Whenever an unknown man dressed in an old army jacket walked past the most distant village yards, looking at hanging laundry or a fowl that came out to drink from the big puddle, and maybe thinking about stealing something to sell for a drink, the old women knew by evening that a deserter had been seen by the Nefelyev place. Her friends brought their stories to Grandmother Mara for certification of authenticity, as if she were a notary, for her to say whether the man who looked greedily at the goose was a deserter or just some fellow; Grandmother Mara generously confirmed it—a deserter!—as if she understood the women’s need to live not ordinary lives but to be in final, terrible times, and she shared it completely.

Simultaneously with the deserter theme, another old story came up, and the children told it, but it originated with the grown-ups. The story was about a mother who had a daughter who banged her finger and her nail stayed blue from bruising for life. One day the daughter vanished—the circumstances were given variously—and the mother sought her in villages, train stations, and marketplaces; six months later at a faraway station she bought a meat pie from a platform vendor’s army-issue thermos and found her daughter’s blue fingernail in the filling.

The old women, who all seemed to be childless (either there were no children or they had moved far away), gabbed about the inconsolable mother, the vanished daughter, and the blue fingernail, as if it had happened yesterday, as if they had known both; it also seemed that they knew it was all lies, and they were sorry and wanted it to turn into truth.

The third theme, which came up on its own and roamed in and out of conversations, was rats; in fact, no one had encountered any rats, there were no rat infestations or stores of grain gobbled up. Once in a while people glimpsed one visiting the garbage pit. Yet there was the feeling that they were expecting rats. If you already had deserters and an inconsolable mother looking for her missing blue-nail girl, then rats were sure to follow; instead of harmless mice, sturdy rat teeth would soon be chewing away at the wooden supports of our houses. And that meant you had to look in the sheds for long-forgotten rat poison, set rat traps, and fill in holes in the floor with clay mixed with ground glass.

Grandmother Mara liked to recount how she killed a red rat with a shovel when it jumped at her from under the floor, and with each telling the rat grew bigger until it was the size of a dog. With the rapture of exaggeration, Grandmother Mara told them how smart rats were, how hard it is to poison them, how cats fear them, how the rat dismembered by the shovel lived on for a few seconds and stared at her with hatred. I got the feeling that they weren’t talking about animals, however smart, predatory, and dangerous in number and stubbornness, but about monsters that came from the beyond. I was amazed that Grandmother Mara and her friends had once seen these monsters, it wasn’t their imagination at work but knowledge. I couldn’t understand it, the source of this intense fear, but understood when I heard Grandmother Mara with her friend Grandmother Vera.

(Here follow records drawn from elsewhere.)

import { describe, expect, test } from 'vitest';
import {
  correctionOf,
  freeId,
  isTaken,
  keepDraft,
  newRecord,
  readDraft,
  signed,
  withStep,
  type Draft,
} from '../../../client/state/set-up/draft.ts';

const RECORD = {
  ...{ id: 'g1-cal1', valid_from: '2026-05-06T07:30:00Z', author: 'A', reason: 'R' },
  ...{ recorded_at: '2026-05-06T08:00:00Z', corrects: 'g1-cal0' },
  ...{ signal: { kind: 'ratio' }, response: { kind: 'bridge', gauge_factor: 2.1 } },
};
const FIGURES = { signal: RECORD.signal, response: RECORD.response };

const memory = () => {
  const kept = new Map<string, string>();
  return () => ({
    getItem: (key: string) => kept.get(key) ?? null,
    setItem: (key: string, value: string) => void kept.set(key, value),
  });
};

const DRAFT: Draft = {
  ...{ basedOn: 3, base: { a: 1 }, document: { a: 2 } },
  ...{ author: 'B', reason: 'W', answered: ['x'] },
};

describe('a draft', () => {
  test('is kept in the tab and read again; taken away it is gone', () => {
    const tab = memory();
    expect(readDraft(tab)).toBeNull();
    expect(keepDraft(tab, DRAFT)).toBe(true);
    expect(readDraft(tab)).toEqual(DRAFT);
    keepDraft(tab, null);
    expect(readDraft(tab)).toBeNull();
  });
  test('that a browser does not keep is said to be unkept', () => {
    const full = () => {
      throw new DOMException('full', 'QuotaExceededError');
    };
    expect(keepDraft(full, DRAFT)).toBe(false);
    expect(readDraft(full)).toBeNull();
  });
  test('is taken once all it says stands, but for when records were added', () => {
    const stamped = { r: [{ id: 'a', recorded_at: '2026-05-06T08:00:00Z' }] };
    expect(isTaken({ r: [{ id: 'a' }] }, stamped)).toBe(true);
    expect(isTaken({ r: [{ id: 'b' }] }, stamped)).toBe(false);
  });
});

test('what is typed into one field in a row is one step back', () => {
  const one = withStep([], 'a', '/x');
  expect(withStep(one, 'ab', '/x')).toEqual(one);
  expect(withStep(one, 'ab', '/y')).toHaveLength(2);
  expect(withStep(withStep([], 'a', null), 'b', null)).toHaveLength(2);
});

describe('records are added', () => {
  const taken = new Set(['g1-cal1', 'g1-cal2']);
  test('with an id that is free in the site', () => {
    expect(freeId('g1-cal', taken)).toBe('g1-cal3');
  });
  test('a new one begins when it is said, with the figures of the last one', () => {
    expect(newRecord({ id: 'g1' }, RECORD, 1778060000.7, 'T', taken)).toEqual({
      ...{ id: 'g1-cal3', valid_from: '2026-05-06T09:33:20Z', author: 'T', reason: '' },
      ...FIGURES,
    });
  });
  test('a correction takes the place of the other over all of its time', () => {
    expect(correctionOf({ id: 'g1' }, RECORD, 'T', taken)).toEqual({
      ...{ id: 'g1-cal3', valid_from: RECORD.valid_from, author: 'T', reason: '' },
      ...{ corrects: 'g1-cal1', ...FIGURES },
    });
  });
});

test('a new record that says nothing of it is by who saves it, for the same reason', () => {
  const site = (...calibration: object[]) =>
    ({
      structures: [{ members: [{ stations: [{ channels: [{ id: 'g1', calibration }] }] }] }],
    }) as unknown as Draft['document'];
  const blank = { id: 'g1-cal2', author: '', reason: '  ' };
  const own = { id: 'g1-cal3', author: 'O', reason: 'own' };
  const draft = { ...DRAFT, base: site(RECORD), document: site(RECORD, blank, own) };
  expect(signed(draft)).toEqual(site(RECORD, { id: 'g1-cal2', author: 'B', reason: 'W' }, own));
  expect(signed({ ...draft, author: ' ', reason: '' })).toEqual(draft.document);
});
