import { expect, test } from 'vitest';
import { newSlips as slipsSince, slipsOf } from '../../../client/state/set-up/slips.ts';
import { withValue, type Json, type Path } from '../../../client/state/set-up/tree.ts';

const newSlips = (before: Json, after: Json) => slipsSince(before, slipsOf(before), after);

const RECORD = {
  id: 'g1-cal1',
  valid_from: '2026-05-06T07:30:00Z',
  author: 'A',
  reason: 'R',
  signal: { kind: 'volts', excitation: { stated_V: 5 } },
  response: {
    kind: 'bridge',
    circuit: 'quarter',
    gauge_factor: 2.08,
    gauge_resistance_ohm: 120,
    leads: { kind: 'three-wire', resistance_ohm: 0.7 },
    zero_mV_per_V: 0.1,
  },
} satisfies Json;

const channel = (id: string, resistance: number): Json => ({
  ...{ id, name: id, measurand: 'strain', node: 'n1', input: 's1' },
  calibration: [
    {
      ...RECORD,
      id: `${id}-cal1`,
      response: { ...RECORD.response, gauge_resistance_ohm: resistance },
    },
  ],
  limits: [{ level: 'stop', basis: 'strain_microstrain', value: 900, deadband: 20, on_delay_s: 0 }],
});

/** A beam of S275 with gauges of 120 Ω at one station; input of ±20 mV. */
const SITE: Json = {
  highest_limit_share_of_yield: 0.8,
  nodes: [{ id: 'n1', name: 'n1', inputs: [{ name: 's1', unit: 'V', range: [-0.02, 0.02] }] }],
  structures: [
    {
      id: 'S',
      members: [
        {
          ...{ id: 'B', section: 'HE 300 B', material: 'S275' },
          stations: [{ id: 'T', at_m: 1, channels: [channel('g1', 120), channel('g2', 120)] }],
        },
      ],
    },
  ],
};

const CHANNEL = ['structures', '0', 'members', '0', 'stations', '0', 'channels', '0'];
const RESPONSE = ['calibration', '0', 'response'];

const asked = (...changes: (readonly [Path, Json])[]): string[] =>
  slipsOf(
    changes.reduce<Json>(
      (site, [path, value]) => withValue(site, [...CHANNEL, ...path], value),
      SITE,
    ),
  )
    .filter(({ at }) => at.includes('/channels/0/'))
    .map(({ code }) => code);

test('a site of usual figures raises no question', () => {
  expect(slipsOf(SITE)).toEqual([]);
});

// Foil gauges have a factor about 2; common practice, no source.
test.each([
  [1.8, []],
  [2.3, []],
  [1.79, ['gauge-factor']],
  [2.31, ['gauge-factor']],
  [21.1, ['gauge-factor']],
  // A semiconductor gauge: another trade.
  [130, []],
])('gauge factor %d asks %j', (factor, codes) => {
  expect(
    asked([[...RESPONSE, 'gauge_factor'], factor]).filter((code) => code === 'gauge-factor'),
  ).toEqual(codes);
});

// Common practice, no source: instruments excite with 0.5 to 24 V.
test.each([
  [0.5, false],
  [24, false],
  [5000, true],
  [0.005, true],
])('a stated excitation of %d V asks: %j', (volts, asks) => {
  const codes = asked([['calibration', '0', 'signal', 'excitation', 'stated_V'], volts]);
  expect(codes.includes('excitation')).toBe(asks);
});

// Nominal resistances of the trade, within 5 %; common practice, no source.
test.each([
  [350, ['resistance-neighbours']],
  [1000, ['resistance-neighbours']],
  [122, []],
  [240, ['resistance-unusual', 'resistance-neighbours']],
])('a gauge of %d Ω beside one of 120 Ω asks %j', (resistance, codes) => {
  expect(asked([[...RESPONSE, 'gauge_resistance_ohm'], resistance])).toEqual(codes);
});

// 5 Ω is 40 m of 0.14 mm² copper, 0.123 Ω/m (IEC 60028, 20 °C).
test.each([
  [{ kind: 'three-wire', resistance_ohm: 5 }, []],
  [{ kind: 'three-wire', resistance_ohm: 5.1 }, ['lead-high']],
  [{ kind: 'three-wire', resistance_ohm: 0 }, []],
  [{ kind: 'two-wire', resistance_ohm: 0, trimmed: false }, ['lead-zero']],
])('leads %j ask %j', (leads, codes) => {
  expect(asked([[...RESPONSE, 'leads'], leads])).toEqual(codes);
});

// Common practice, no source.
test.each([
  [10, []],
  [-10.5, ['transverse']],
])('Kt of %d %% asks %j', (percent, codes) => {
  expect(asked([[...RESPONSE, 'transverse_sensitivity_percent'], percent])).toEqual(codes);
});

// E = 210 GPa (EN 1993-1-1 §3.2.6): 100 µε are 21 MPa, and 100 MPa are 476 µε.
test.each([
  [{ basis: 'strain_microstrain', value: 100 }, ['limit-unit']],
  [{ basis: 'strain_microstrain', value: 476 }, []],
  [{ basis: 'stress_MPa', value: 14.5 }, ['limit-unit']],
  [{ basis: 'stress_MPa', value: 100 }, []],
  [{ basis: 'share_of_yield', value: 0.1 }, []],
])('a stop limit of %j asks %j', (limit, codes) => {
  const whole = { level: 'stop', deadband: 1, on_delay_s: 0, ...limit };
  expect(asked([['limits', '0'], whole])).toEqual(codes);
});

// Quarter bridge, GF 2, nodal solution: 0.4995 mV/V at 1000 µε and −0.5005 mV/V at −1000 µε, which
// at 5 V are 2.4975 and −2.5025 mV.
test.each([
  [[-0.00251, 0.0025], []],
  [[-0.0025, 0.0025], ['input-range']],
  [[-0.00251, 0.00249], ['input-range']],
])('an input of %j V for 1000 µε at 5 V asks %j', (range, codes) => {
  const nodes: Json = [{ id: 'n1', inputs: [{ name: 's1', unit: 'V', range }] }];
  const quarter = {
    ...RECORD.response,
    ...{ gauge_factor: 2, leads: { kind: 'none' }, zero_mV_per_V: 0 },
  };
  const limit = { basis: 'strain_microstrain', value: 1000, level: 'stop' };
  let site = withValue(SITE, ['nodes'], nodes);
  site = withValue(site, [...CHANNEL, ...RESPONSE], quarter);
  site = withValue(site, [...CHANNEL, 'limits', '0'], limit);
  const first = slipsOf(site).filter(({ at }) => at.includes('/channels/0/'));
  expect(first.map(({ code }) => code)).toEqual(codes);
});

test('what stood already is not asked about again', () => {
  const before = withValue(SITE, [...CHANNEL, ...RESPONSE, 'gauge_factor'], 21.1);
  expect(newSlips(before, before)).toEqual([]);
  const after = withValue(before, [...CHANNEL, ...RESPONSE, 'gauge_factor'], 2.4);
  expect(newSlips(before, after).map(({ code, at }) => [code, at])).toEqual([
    ['gauge-factor', `/${[...CHANNEL, ...RESPONSE, 'gauge_factor'].join('/')}`],
  ]);
});

test('a neighbour that was there before is not asked about', () => {
  const after = withValue(SITE, [...CHANNEL, ...RESPONSE, 'gauge_resistance_ohm'], 350);
  expect(newSlips(SITE, after).map(({ at }) => at.split('/')[8])).toEqual(['0']);
});

test('a record that another corrects is not asked about', () => {
  const wrong = withValue(SITE, [...CHANNEL, ...RESPONSE, 'gauge_factor'], 21.1);
  const right = withValue(wrong, [...CHANNEL, 'calibration', '1'], {
    ...RECORD,
    ...{ id: 'g1-cal2', corrects: 'g1-cal1' },
  });
  expect(slipsOf(right)).toEqual([]);
});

During the war, Vera worked as a switchman at the Leningrad Station in Moscow. In February or March 1941 a train arrived from Leningrad with evacuees, and rats poured out of the cars.

A train with flour stood on nearby tracks, and the rats streamed across the rails; the train was guarded, but some of the men with guns panicked. Vera grabbed a crowbar to chase the rats away from the grain, but then realized that these rats had eaten corpses on the streets of Leningrad—evacuees had told her about it—had survived by eating human flesh and had escaped the city in the trains with surviving humans.